En el 2010, la sociedad Hidroituango firmó con EPM un contrato para construir la hidroeléctrica más grande del país en el Cañón del río Cauca, noroccidente antioqueño. Las obras impactarían directamente los municipios de Ituango y Briceño, donde se localizan las principales obras de infraestructura; así como a Santa Fe de Antioquia, Buriticá, Peque, Liborina, Sabanalarga, Toledo, Olaya, San Andrés de Cuerquia, Valdivia y Yarumal.
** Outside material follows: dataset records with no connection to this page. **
import { setMaxListeners } from "node:events";
import type { ColumnKind } from "../columns.ts";
import { encodeBody } from "../encode-body.ts";
import { AbortedError } from "../errors/aborted-error.ts";
import type { CallContext } from "../errors/kneegap-error.ts";
import { ProtocolError } from "../errors/protocol-error.ts";
import type { PortfolioResult } from "../generated/schema.ts";
import type { Operation } from "../operation.ts";
import { withTypedColumns } from "../read-answer.ts";
import type { Transport } from "../transport.ts";
import type { BatchPort } from "./answer-batch.ts";
import { answerBatch } from "./answer-batch.ts";
import { BatchSource, namedClimate } from "./batch-source.ts";
import { ClimateLines } from "./climate-lines.ts";
import { composeRequest } from "./compose-request.ts";
import { Lanes } from "./lanes.ts";
import { TotalsMerger } from "./merge-totals.ts";
import type { MergedTotals, PortfolioLine, PortfolioRefusal } from "./portfolio-lines.ts";
import type { PortfolioOptions, PortfolioProgress, PortfolioSettings } from "./portfolio-options.ts";
import { resolvePortfolio } from "./portfolio-options.ts";
import type { PortfolioRun, PortfolioSites } from "./portfolio-run.ts";

/** A line, and the context of the request that it answers. */
interface Arrival {
  readonly line: PortfolioResult | PortfolioRefusal;
  readonly context: CallContext;
}

/** A portfolio that is sent in batches. */
export class BatchedPortfolio<C extends ColumnKind> implements PortfolioRun<C> {
  readonly #transport: Transport;
  readonly #operation: Operation;
  readonly #sites: PortfolioSites;
  readonly #settings: PortfolioSettings;
  readonly #merger = new TotalsMerger();
  readonly #controller = new AbortController();
  #requests = 0;
  #arrived = 0;
  #begun = false;

  /** Throws TypeError or RangeError for options that cannot be used. */
  constructor(transport: Transport, operation: Operation, sites: PortfolioSites, options: PortfolioOptions) {
    this.#transport = transport;
    this.#operation = operation;
    this.#sites = sites;
    this.#settings = resolvePortfolio(options, transport.settings);
    // Each request and each wait listens, a bounded number at once.
    setMaxListeners(0, this.#controller.signal);
  }

  totals(): MergedTotals {
    return this.#merger.totals();
  }

  [Symbol.asyncIterator](): AsyncGenerator<PortfolioLine<C>, void, undefined> {
    if (this.#begun) throw new TypeError("a portfolio can be looped over once; call portfolio again");
    this.#begun = true;
    return this.#lines();
  }

  async *#lines(): AsyncGenerator<PortfolioLine<C>, void, undefined> {
    const { signal, onProgress } = this.#settings;
    const { source, port } = this.#prepare();
    const abort = () => this.#abort(signal?.reason);
    if (signal?.aborted) abort();
    signal?.addEventListener("abort", abort, { once: true });
    const lanes = this.#lanes(source, port);
    let failed = false;
    try {
      for (let next = await lanes.next(); next !== null; next = await lanes.next()) {
        const line = this.#handOver(next.line);
        onProgress(this.#progress(source));
        yield line;
      }
    } catch (error) {
      failed = true;
      throw error;
    } finally {
      signal?.removeEventListener("abort", abort);
      this.#abort(undefined);
      const closed = source.close();
      await (failed ? closed.catch(() => {}) : closed);
    }
  }

  #abort(cause: unknown): void {
    const { requestId } = this.#settings;
    this.#controller.abort(new AbortedError({ requestId, attempts: this.#requests, cause }));
  }

  #lanes(source: BatchSource, port: Omit<BatchPort, "onAnswer">): Lanes<Arrival> {
    const { requestId, concurrency } = this.#settings;
    return new Lanes<Arrival>({
      source,
      concurrency,
      signal: this.#controller.signal,
      answer: (batch, number, onLine) => {
        const id = `${requestId}.${number}`;
        const onAnswer: BatchPort["onAnswer"] = (line, context) => {
          this.#arrived += 1;
          onLine({ line, context });
        };
        return this.#transport.hold(id, () => answerBatch(batch, { ...port, onAnswer }, id));
      },
    });
  }

  #prepare(): { source: BatchSource; port: Omit<BatchPort, "onAnswer"> } {
    const { requestId, defaults, batchSites, batchBytes, timeout, attempts } = this.#settings;
    const context = { requestId, attempts: 0 };
    const defaultsLine =
      defaults === undefined ? null : encodeBody({ ...defaults, kind: "defaults" }, "application/json", context);
    const climates = new ClimateLines(this.#settings.climates, context);
    const bounds = { sites: batchSites, bytes: batchBytes - (defaultsLine?.length ?? 0) };
    const shared = { climates, climate: namedClimate(defaults ?? {}) };
    const source = new BatchSource(this.#sites, shared, bounds, context);
    const port = {
      compose: (sites) => composeRequest(sites, defaultsLine, climates),
      send: (body, onLine, of) => {
        this.#requests += 1;
        const request = { signal: this.#controller.signal, silence: timeout, onLine };
        return this.#transport.requestLines(this.#operation, body, request, of);
      },
      retry: { ...this.#transport.settings.retry, attempts },
      timeout,
      signal: this.#controller.signal,
      answeredAnywhere: () => this.#arrived,
      onTooLarge: (bytes) => source.narrow(bytes / 2 - (defaultsLine?.length ?? 0)),
      onVersion: (version) => this.#merger.seeVersion(version),
    } satisfies Omit<BatchPort, "onAnswer">;
    return { source, port };
  }

  #handOver({ line, context }: Arrival): PortfolioLine<C> {
    if (line.kind === "site-problem") {
      this.#merger.refuse();
      return line;
    }
    try {
      this.#merger.add(line);
    } catch (cause) {
      const reason = `the result of the site ${JSON.stringify(line.id)} cannot be counted`;
      throw new ProtocolError(reason, null, { ...context, cause });
    }
    const typed = this.#transport.settings.columns === "typed";
    if (typed) withTypedColumns(this.#operation, line, { ...context, status: 200 });
    return line as PortfolioLine<C>;
  }

  #progress({ taken }: BatchSource): PortfolioProgress {
    return { taken, answered: this.#merger.answered, refused: this.#merger.refused, requests: this.#requests };
  }
}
Las comunidades que habitaban la zona de influencia del proyecto debieron abandonar sus tierras. Entre ellos los Nutabe, aunque su caso fue aún más dramático. Mediante certificación No. 657 del 14 de mayo de 2015, el Ministerio del Interior declaró que dónde se llevarían a cabo las obras no existían comunidades ni parcialidades indígenas por lo que no era necesario adelantar consultas previas, requisito necesario para la expedición de la licencia ambiental. Por cuenta de esta resolución, muchos nativos no recibieron compensación alguna.
Si bien el pasado 25 de enero de 2018 el mismo despacho emitió la Resolución No. 025, en la que certifica que aún se registra presencia indígena Nutabe en Peque, Sabanalarga e Ituango y, por tanto, debe surtirse el proceso de consulta previa, el destierro del pueblo Nutabe ya se había consumado.
A aquellos afortunados que lograron recibir una compensación económica les duele recordar el trato suscrito con EPM, pues sus condiciones de vida les cambiaron drásticamente: las prácticas ancestrales quedaron enterradas en las playas del Cauca y ya ni los rituales puede hacer.
“Ellos tenían que pagarnos. Uno así tampoco se iba a salir. Me dieron una casa buena, pero extraño el rancho, se cogían muchos peces, aquí no se coge nada”, dice el nativo. “Compramos esa casa de seis habitaciones, con piso de baldosa, paredes repelladas y pintadas y con una tapa de cemento arriba”. Nevardo se refiere al cielo raso del techo que mira cada mañana al despertarse y le recuerda que debe buscar trabajo para comprar comida y cancelar las facturas de los servicios públicos: “con lo que jornaleamos mis hijos y yo no alcanzamos a pagarlas”.
Añora sus días de buscador de oro entre el río, cuando día por medio sacaba ocho reales (equivalentes a un poco más de 200 mil pesos). Hoy pasa la mayor parte del tiempo en la casa o sentado en la misma banca del parque principal del pueblo, esperando que alguien le dé trabajo limpiando monte o recogiendo café, una actividad que le tocó aprender. El día que tiene suerte recibe como pago entre 15 y 20 mil pesos, y luego regresa a casa a dormir muchas horas, pues no tiene más que hacer.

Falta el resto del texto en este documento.